I am modelling data where the dependent variable is the number of units of a certain product sold each month in each area. In all areas, the product is sold by a chain of shops 'A' and we have exact sales data from that chain.
In some areas, the product is also sold by a smaller chain of shops 'B', and we know how many shops 'B' are present in each area, but we don't know how many units they sell.
The data is arranged in such a way that records = locations (areas). Independent variables are mainly area characteristics.
So in those areas where only shops 'A' are present, our dependent variable is measured without error. In areas where shops 'B' are also present, the dependent variable is measured with error as the number of units of that product sold in such areas is underestimated (no data from shops 'B').
I have two questions:
Should I add to the regression either a dummy for 'a shop 'B' is present in the area', or perhaps a variable that is a count of shops 'B' in each area? Would that help, and if so, why would it be helpful?

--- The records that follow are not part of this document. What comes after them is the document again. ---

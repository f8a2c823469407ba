"""Corners, slopes and bands in closed form at the command line; values with a peak."""

from __future__ import annotations

import pytest

from .runner import acsolve

PAIR = ("--from", "in", "--to", "out")
BAND = "in -- L1 = 1 mH -- a -- C1 = 1 nF -- out\nout -- R1 = 50 -- gnd\n"
LAG = "in -- R1 = 9 kohm -- out\nout -- R2 = 1 kohm -- b -- C1 = 1 uF -- gnd\n"


@pytest.fixture
def file(tmp_path):
    """A circuit as a file."""

    def write(text: str):
        path = tmp_path / "edge.circuit"
        path.write_text(text, encoding="utf-8")
        return path

    return write


def test_a_band_with_its_corner(file):
    """Width, centre, Q and the corner, in numbers and in closed form."""
    path = file(BAND)
    (entry,) = acsolve("cutoff", path, *PAIR, "--json").answers
    assert entry["band_forms"]["width_rad_per_s"] == "R1/L1"
    assert entry["slopes_db_per_decade"] == [20, -20]
    assert entry["end_slopes_db_per_decade"] == [20, -20]
    (corner,) = entry["corners"]
    assert corner["closed_form"] == "1/sqrt(L1*C1)"
    assert corner["rad_per_s"] == pytest.approx(1e6, rel=1e-14)
    assert corner["change_db_per_decade"] == -40
    told = acsolve("cutoff", path, *PAIR).out
    assert "159.155 kHz, slope 20 to -20 dB/decade" in told
    assert "width w = R1/L1, centre w = 1/sqrt(L1*C1), in rad/s" in told
    assert max(map(len, told.splitlines())) <= 80


def test_corners_over_symbols(file):
    """Without an order, since values decide on it."""
    path = file(LAG)
    (entry,) = acsolve("cutoff", path, *PAIR, "--symbolic", "--reference", "dc", "--json").answers
    assert entry["slopes_db_per_decade"] is None
    assert [item["change_db_per_decade"] for item in entry["corners"]] == [-20, 20]
    assert all(item["hertz"] is None for item in entry["corners"])
    told = acsolve("cutoff", path, *PAIR, "--symbolic", "--reference", "dc").out
    assert "slope -20 dB/decade above" in told
    assert "0 dB/decade towards 0 Hz" in told


def test_many_corners_are_told_in_one_row(file):
    """More than six: from where to where, and the slopes at the ends."""
    lines, node = ["in -- R0 = 1 kohm -- n0"], "n0"
    for k in range(8):
        lines.append(f"n{k} -- C{k} = {k + 1} nF -- gnd")
        lines.append(f"n{k} -- R{k + 1} = {k + 2} kohm -- n{k + 1}")
        node = f"n{k + 1}"
    lines.append(f"{node} -- C9 = 1 nF -- gnd")
    path = file("\n".join(lines))
    told = acsolve("cutoff", path, "--from", "in", "--to", node).out
    assert "9 from " in told
    assert "slope 0 to -180 dB/decade" in told
    (entry,) = acsolve("cutoff", path, "--from", "in", "--to", node, "--json").answers
    assert len(entry["corners"]) == 9


def test_a_value_with_the_peak_as_reference(file):
    """The value that is told, put into the file, has its cutoff there."""
    path = file("in -- R1 = 100 ohm -- a -- L1 = 1 mH -- out\nout -- C1 = 1 uF -- gnd\n")
    asked = ("--value-for", "C1", "--at", "8kHz", "--reference", "peak")
    (entry,) = acsolve("cutoff", path, *PAIR, *asked, "--json").answers
    assert entry["complete"]
    assert entry["values"]
    for item in entry["values"]:
        let = ("--let", f"C1={item['value']!r}", "--reference", "peak")
        (again,) = acsolve("cutoff", path, *PAIR, *let, "--json").answers
        places = [each["hertz"] for each in again["cutoffs"]]
        assert any(place == pytest.approx(8000, rel=1e-9) for place in places)
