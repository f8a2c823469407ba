"""Which way a plan is run: vectors step by step, or its dense part in blocks.

A step costs a call for each vector operation, whatever the number of points; a block costs few
calls, but moves and fills whole matrices. Which is cheaper is estimated from counts of
operations and measured times; only the ratios of these times matter.
"""

from __future__ import annotations

from collections.abc import Iterable
from dataclasses import dataclass

from acsolve.algebra.fronts import Fronts, cut, light_steps
from acsolve.algebra.plan import Plan, Step

# Seconds, measured on a 2.5 GHz core with NumPy 2.3; a "point" entry is once for each point.
_CALL = 1.0e-6  # one vector operation: the call
_VECTOR = 1.2e-9  # one vector operation, a point
_BLOCK = 40e-6  # one block: the calls for one batch of points
_MATRIX = 4e-6  # one block, a point: the calls of the library inside
_PRODUCT = 0.7e-9  # one product of a matrix product
_MOVED = 8e-9  # one number handed to the parent
_FILLED = 3e-9  # one number of a front set and read
_INVERSE = (0.03e-6, 0.8e-9)  # of n x n: times n², times n³
_BATCH = 50  # points in a batch of blocks
_VECTOR_BLOCK = 1000  # points in a block of vectors, about
_ANALYSIS = 120e-6  # working out the blocks, an unknown

_LIGHT = (9, 36, 81, 144, 256)  # updates of a step up to which it may stay a light one


@dataclass(frozen=True, slots=True, eq=False, kw_only=True)
class Route:
    """How to run a plan at so many points. `fronts` is None for step by step.

    `stepwise` and `blockwise` are estimates in seconds; the second is None where blocks
    cannot pay for their own preparation.
    """

    points: int
    fronts: Fronts | None
    stepwise: float
    blockwise: float | None

    def __str__(self) -> str:
        by_steps = f"{self.stepwise:.2g} s"
        if self.fronts is None:
            reason = (
                "too little work for dense blocks"
                if self.blockwise is None
                else f"dense blocks {self.blockwise:.2g} s"
            )
            return f"run step by step: at {self.points} points about {by_steps}, {reason}"
        light = len(self.fronts.light.steps)
        return (
            f"run as {light} single steps, then {len(self.fronts.blocks)} dense blocks of up to "
            f"{self.fronts.largest} lines: at {self.points} points about {self.blockwise:.2g} s, "
            f"step by step {by_steps}"
        )


def choose_route(plan: Plan, points: int) -> Route:
    """The cheaper way to run a plan at so many points, by estimate."""
    stepwise = steps_cost(plan.steps, points)
    if stepwise < _ANALYSIS * plan.size or not _is_heavy(plan):
        return Route(points=points, fronts=None, stepwise=stepwise, blockwise=None)
    found = []
    for most in _LIGHT:
        fronts = cut(plan, light_steps(plan, most), lambda r, f: block_cost(r, f, points))
        found.append((blocks_cost(fronts, points), most, fronts))
    blockwise, _, fronts = min(found, key=lambda item: item[:2])
    chosen = fronts if blockwise < stepwise else None
    return Route(points=points, fronts=chosen, stepwise=stepwise, blockwise=blockwise)


def _is_heavy(plan: Plan) -> bool:
    return any(len(step.targets) > _LIGHT[0] for step in plan.steps)


def steps_cost(steps: Iterable[Step], points: int) -> float:
    """Seconds for steps over vectors: a product and a difference for each update."""
    operations = sum(2 * (len(step.targets) + len(step.below) + len(step.right)) for step in steps)
    calls = -(-points // _VECTOR_BLOCK)
    return operations * (_CALL * calls + _VECTOR * points)


def blocks_cost(fronts: Fronts, points: int) -> float:
    """Seconds for light steps and blocks together."""
    return steps_cost(fronts.light.steps, points) + sum(
        block_cost(len(front.pivots), front.width, points) for front in fronts.blocks
    )


def block_cost(pivots: int, width: int, points: int) -> float:
    """Seconds for one block: its inverse, two products, and what it hands on."""
    others = width - pivots
    inverse = _INVERSE[0] * pivots**2 + _INVERSE[1] * pivots**3
    products = _PRODUCT * pivots * others * (pivots + others)
    moved = _FILLED * width**2 + _MOVED * others**2
    calls = -(-points // _BATCH)
    return _BLOCK * calls + points * (_MATRIX + inverse + products + moved)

I understand that if the measurement error is random, this will increase standard errors but will not bias coefficients.
I am not sure however if my measurement error is random. The two clues that I have are as follows:
I have reasons to believe that in areas where shops 'A' sell more units than average, shops 'B' also sell more units than average.
I have reasons to believe that the likelihood that there is a shop 'B' in the area is not related to how many shops 'A' there are in the area.
If these clues are valid, is the measurement error 'random'?